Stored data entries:
================================
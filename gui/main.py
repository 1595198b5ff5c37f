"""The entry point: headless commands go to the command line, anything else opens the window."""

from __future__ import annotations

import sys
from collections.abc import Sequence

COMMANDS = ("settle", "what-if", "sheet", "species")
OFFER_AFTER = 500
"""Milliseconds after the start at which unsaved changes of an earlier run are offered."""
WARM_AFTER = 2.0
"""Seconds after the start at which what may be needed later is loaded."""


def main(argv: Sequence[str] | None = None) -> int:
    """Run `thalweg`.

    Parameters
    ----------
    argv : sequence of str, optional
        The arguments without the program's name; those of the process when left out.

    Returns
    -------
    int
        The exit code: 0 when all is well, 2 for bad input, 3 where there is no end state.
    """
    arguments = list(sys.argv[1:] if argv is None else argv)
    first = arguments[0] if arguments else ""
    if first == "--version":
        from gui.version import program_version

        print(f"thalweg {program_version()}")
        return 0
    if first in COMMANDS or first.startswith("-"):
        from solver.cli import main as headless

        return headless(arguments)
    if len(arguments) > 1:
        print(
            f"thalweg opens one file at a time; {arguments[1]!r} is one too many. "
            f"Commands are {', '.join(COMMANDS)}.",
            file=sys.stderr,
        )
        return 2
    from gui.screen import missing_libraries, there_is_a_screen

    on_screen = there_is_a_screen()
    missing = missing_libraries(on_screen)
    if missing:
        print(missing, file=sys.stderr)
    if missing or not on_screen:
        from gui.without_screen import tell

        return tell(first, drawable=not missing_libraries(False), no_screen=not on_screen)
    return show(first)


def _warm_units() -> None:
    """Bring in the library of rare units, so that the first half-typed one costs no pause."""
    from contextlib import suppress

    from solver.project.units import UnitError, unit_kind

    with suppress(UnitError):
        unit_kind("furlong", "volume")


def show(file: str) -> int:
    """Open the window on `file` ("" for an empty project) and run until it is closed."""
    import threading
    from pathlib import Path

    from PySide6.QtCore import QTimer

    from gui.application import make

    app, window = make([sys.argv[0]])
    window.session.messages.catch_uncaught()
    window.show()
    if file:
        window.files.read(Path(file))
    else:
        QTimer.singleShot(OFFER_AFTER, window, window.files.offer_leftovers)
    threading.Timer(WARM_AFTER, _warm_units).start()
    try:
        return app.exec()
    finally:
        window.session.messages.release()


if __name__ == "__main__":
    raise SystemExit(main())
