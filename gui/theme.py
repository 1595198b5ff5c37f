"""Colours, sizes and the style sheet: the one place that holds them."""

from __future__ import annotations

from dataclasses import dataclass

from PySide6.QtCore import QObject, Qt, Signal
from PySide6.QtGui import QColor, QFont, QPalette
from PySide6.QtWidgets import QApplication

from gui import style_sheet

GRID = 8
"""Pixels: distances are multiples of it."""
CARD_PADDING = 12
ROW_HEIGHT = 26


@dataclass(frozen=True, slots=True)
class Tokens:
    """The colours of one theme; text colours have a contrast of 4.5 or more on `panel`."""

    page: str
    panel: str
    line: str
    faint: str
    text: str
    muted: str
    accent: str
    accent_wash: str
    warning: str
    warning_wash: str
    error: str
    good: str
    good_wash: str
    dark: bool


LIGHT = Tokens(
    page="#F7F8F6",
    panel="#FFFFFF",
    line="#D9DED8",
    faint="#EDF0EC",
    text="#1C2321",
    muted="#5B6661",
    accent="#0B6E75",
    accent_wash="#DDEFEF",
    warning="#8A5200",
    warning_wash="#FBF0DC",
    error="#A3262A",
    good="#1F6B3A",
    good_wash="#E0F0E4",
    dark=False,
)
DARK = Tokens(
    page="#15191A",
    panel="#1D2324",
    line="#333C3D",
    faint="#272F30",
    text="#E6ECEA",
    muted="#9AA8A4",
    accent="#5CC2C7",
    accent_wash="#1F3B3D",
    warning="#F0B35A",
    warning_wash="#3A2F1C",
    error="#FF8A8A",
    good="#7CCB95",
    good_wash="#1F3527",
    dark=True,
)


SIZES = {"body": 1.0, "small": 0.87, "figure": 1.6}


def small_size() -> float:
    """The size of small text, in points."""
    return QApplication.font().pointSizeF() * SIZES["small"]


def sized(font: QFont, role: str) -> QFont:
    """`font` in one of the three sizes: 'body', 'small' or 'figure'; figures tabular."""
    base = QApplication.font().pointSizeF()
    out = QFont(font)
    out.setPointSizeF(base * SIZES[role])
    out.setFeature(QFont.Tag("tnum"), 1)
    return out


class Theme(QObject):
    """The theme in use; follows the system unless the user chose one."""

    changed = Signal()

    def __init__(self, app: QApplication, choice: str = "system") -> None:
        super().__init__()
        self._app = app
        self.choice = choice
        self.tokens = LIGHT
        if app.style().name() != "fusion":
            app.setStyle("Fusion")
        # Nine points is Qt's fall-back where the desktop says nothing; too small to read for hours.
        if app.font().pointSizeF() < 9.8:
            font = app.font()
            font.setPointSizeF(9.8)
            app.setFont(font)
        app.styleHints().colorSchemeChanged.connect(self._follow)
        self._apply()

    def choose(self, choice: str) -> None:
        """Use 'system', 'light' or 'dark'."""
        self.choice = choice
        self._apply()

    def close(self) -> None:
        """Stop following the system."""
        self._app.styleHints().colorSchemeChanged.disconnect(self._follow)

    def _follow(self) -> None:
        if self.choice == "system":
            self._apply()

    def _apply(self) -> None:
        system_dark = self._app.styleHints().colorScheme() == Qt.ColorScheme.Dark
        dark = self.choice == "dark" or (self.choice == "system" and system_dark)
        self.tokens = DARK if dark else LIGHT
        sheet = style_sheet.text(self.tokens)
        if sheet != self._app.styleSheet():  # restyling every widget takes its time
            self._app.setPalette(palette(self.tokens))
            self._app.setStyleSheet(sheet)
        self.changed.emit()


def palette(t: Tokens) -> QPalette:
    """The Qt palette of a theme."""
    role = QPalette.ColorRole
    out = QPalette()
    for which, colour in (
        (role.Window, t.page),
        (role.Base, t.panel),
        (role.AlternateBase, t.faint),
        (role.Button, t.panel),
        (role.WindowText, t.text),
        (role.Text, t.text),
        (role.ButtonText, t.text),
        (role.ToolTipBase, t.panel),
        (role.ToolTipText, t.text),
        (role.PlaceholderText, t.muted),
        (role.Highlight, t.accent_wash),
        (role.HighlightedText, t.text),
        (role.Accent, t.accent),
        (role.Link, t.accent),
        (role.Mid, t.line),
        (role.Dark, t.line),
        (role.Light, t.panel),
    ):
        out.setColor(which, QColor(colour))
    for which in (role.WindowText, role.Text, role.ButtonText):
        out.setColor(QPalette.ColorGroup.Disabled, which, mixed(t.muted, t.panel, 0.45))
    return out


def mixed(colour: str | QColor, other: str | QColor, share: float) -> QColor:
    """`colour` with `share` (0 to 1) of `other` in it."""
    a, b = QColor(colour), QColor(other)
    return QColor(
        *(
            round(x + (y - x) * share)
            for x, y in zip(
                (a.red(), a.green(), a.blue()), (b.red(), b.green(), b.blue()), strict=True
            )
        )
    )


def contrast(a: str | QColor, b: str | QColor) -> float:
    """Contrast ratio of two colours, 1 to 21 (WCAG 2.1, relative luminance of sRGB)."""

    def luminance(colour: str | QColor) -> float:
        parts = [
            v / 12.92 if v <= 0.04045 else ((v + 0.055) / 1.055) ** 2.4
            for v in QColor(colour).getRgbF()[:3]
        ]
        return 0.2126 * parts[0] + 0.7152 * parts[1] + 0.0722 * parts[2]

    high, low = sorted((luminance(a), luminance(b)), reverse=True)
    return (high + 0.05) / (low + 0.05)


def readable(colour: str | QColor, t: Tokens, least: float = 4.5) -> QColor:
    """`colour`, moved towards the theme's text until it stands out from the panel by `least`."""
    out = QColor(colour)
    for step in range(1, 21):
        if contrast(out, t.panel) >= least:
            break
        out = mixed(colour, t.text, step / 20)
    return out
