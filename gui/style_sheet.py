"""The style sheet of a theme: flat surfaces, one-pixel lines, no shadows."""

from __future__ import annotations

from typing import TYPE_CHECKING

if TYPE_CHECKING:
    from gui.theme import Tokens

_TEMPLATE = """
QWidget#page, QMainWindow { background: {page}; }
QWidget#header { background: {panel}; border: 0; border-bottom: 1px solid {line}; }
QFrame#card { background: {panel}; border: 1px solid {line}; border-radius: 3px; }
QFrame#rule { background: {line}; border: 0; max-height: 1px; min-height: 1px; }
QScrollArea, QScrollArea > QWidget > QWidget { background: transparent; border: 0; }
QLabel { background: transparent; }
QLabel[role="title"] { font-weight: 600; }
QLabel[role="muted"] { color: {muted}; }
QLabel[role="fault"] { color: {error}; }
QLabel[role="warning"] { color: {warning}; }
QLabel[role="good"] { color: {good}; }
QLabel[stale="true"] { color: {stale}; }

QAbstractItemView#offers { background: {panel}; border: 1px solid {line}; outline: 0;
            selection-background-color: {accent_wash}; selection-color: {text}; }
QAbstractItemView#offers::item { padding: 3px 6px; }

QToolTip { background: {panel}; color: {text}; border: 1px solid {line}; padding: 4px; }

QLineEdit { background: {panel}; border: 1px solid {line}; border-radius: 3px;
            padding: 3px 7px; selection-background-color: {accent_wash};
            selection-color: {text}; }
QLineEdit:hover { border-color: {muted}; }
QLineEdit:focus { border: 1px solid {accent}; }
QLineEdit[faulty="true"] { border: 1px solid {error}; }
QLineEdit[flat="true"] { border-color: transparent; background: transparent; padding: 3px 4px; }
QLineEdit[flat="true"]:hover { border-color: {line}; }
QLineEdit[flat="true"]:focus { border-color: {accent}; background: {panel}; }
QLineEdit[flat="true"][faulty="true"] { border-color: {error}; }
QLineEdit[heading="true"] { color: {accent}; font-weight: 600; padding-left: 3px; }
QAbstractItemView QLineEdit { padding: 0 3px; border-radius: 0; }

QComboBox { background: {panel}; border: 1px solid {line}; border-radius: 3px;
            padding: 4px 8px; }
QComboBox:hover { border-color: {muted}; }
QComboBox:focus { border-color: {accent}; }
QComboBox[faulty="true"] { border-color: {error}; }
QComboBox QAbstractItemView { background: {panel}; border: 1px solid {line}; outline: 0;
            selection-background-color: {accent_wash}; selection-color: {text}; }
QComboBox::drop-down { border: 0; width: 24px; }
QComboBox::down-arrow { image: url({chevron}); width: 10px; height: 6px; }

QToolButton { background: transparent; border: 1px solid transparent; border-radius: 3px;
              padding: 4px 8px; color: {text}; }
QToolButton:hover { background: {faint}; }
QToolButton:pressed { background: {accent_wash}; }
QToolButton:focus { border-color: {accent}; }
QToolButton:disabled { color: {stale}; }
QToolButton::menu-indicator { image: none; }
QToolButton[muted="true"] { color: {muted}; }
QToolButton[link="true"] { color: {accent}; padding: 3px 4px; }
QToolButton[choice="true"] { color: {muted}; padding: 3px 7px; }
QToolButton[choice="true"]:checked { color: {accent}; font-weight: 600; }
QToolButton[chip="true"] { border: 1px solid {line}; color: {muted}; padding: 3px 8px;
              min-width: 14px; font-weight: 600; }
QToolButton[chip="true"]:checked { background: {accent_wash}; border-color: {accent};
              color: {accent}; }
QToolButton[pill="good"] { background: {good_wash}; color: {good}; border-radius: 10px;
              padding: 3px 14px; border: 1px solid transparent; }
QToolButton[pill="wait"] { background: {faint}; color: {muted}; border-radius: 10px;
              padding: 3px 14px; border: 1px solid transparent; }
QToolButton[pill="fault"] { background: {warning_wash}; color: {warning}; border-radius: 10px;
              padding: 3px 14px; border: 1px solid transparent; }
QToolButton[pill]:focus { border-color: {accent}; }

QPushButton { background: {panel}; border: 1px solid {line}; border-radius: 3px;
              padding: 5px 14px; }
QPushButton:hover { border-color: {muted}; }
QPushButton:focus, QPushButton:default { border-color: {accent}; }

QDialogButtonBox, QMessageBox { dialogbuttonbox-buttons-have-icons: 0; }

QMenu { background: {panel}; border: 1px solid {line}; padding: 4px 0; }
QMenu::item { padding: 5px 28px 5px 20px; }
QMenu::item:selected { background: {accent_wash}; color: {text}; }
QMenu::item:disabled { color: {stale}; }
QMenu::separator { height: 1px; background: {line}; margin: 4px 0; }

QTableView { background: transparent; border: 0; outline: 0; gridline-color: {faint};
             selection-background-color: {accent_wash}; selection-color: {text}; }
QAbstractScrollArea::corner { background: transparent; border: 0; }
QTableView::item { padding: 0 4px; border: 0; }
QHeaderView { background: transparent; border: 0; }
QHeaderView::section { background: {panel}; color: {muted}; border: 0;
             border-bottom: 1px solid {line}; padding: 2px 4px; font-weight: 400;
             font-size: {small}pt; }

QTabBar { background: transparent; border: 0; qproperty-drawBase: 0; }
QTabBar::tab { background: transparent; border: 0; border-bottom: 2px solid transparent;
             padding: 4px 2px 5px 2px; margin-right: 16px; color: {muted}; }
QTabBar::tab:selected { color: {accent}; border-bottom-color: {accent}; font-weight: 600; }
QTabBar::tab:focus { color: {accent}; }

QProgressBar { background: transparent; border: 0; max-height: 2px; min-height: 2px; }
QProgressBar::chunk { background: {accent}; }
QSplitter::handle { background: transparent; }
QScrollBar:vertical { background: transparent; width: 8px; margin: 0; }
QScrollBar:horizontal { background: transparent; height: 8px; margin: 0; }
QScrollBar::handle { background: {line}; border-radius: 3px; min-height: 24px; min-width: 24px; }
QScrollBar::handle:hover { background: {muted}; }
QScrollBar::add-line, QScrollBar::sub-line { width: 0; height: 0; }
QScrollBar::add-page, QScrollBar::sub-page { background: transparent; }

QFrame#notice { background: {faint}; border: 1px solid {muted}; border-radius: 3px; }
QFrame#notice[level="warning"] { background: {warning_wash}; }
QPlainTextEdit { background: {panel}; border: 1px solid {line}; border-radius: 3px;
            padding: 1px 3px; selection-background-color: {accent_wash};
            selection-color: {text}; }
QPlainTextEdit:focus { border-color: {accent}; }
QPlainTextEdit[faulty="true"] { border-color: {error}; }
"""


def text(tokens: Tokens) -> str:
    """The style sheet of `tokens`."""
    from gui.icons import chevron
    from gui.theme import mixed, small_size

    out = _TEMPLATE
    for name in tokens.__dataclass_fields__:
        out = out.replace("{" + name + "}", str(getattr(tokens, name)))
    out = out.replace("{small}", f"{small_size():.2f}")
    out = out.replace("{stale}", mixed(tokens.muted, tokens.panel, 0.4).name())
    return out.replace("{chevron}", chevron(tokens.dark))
================================
### [What is needed]
Your reply should be one number: how many lines in the entries above contain the word "QLabel".

### [Completed exercise]
7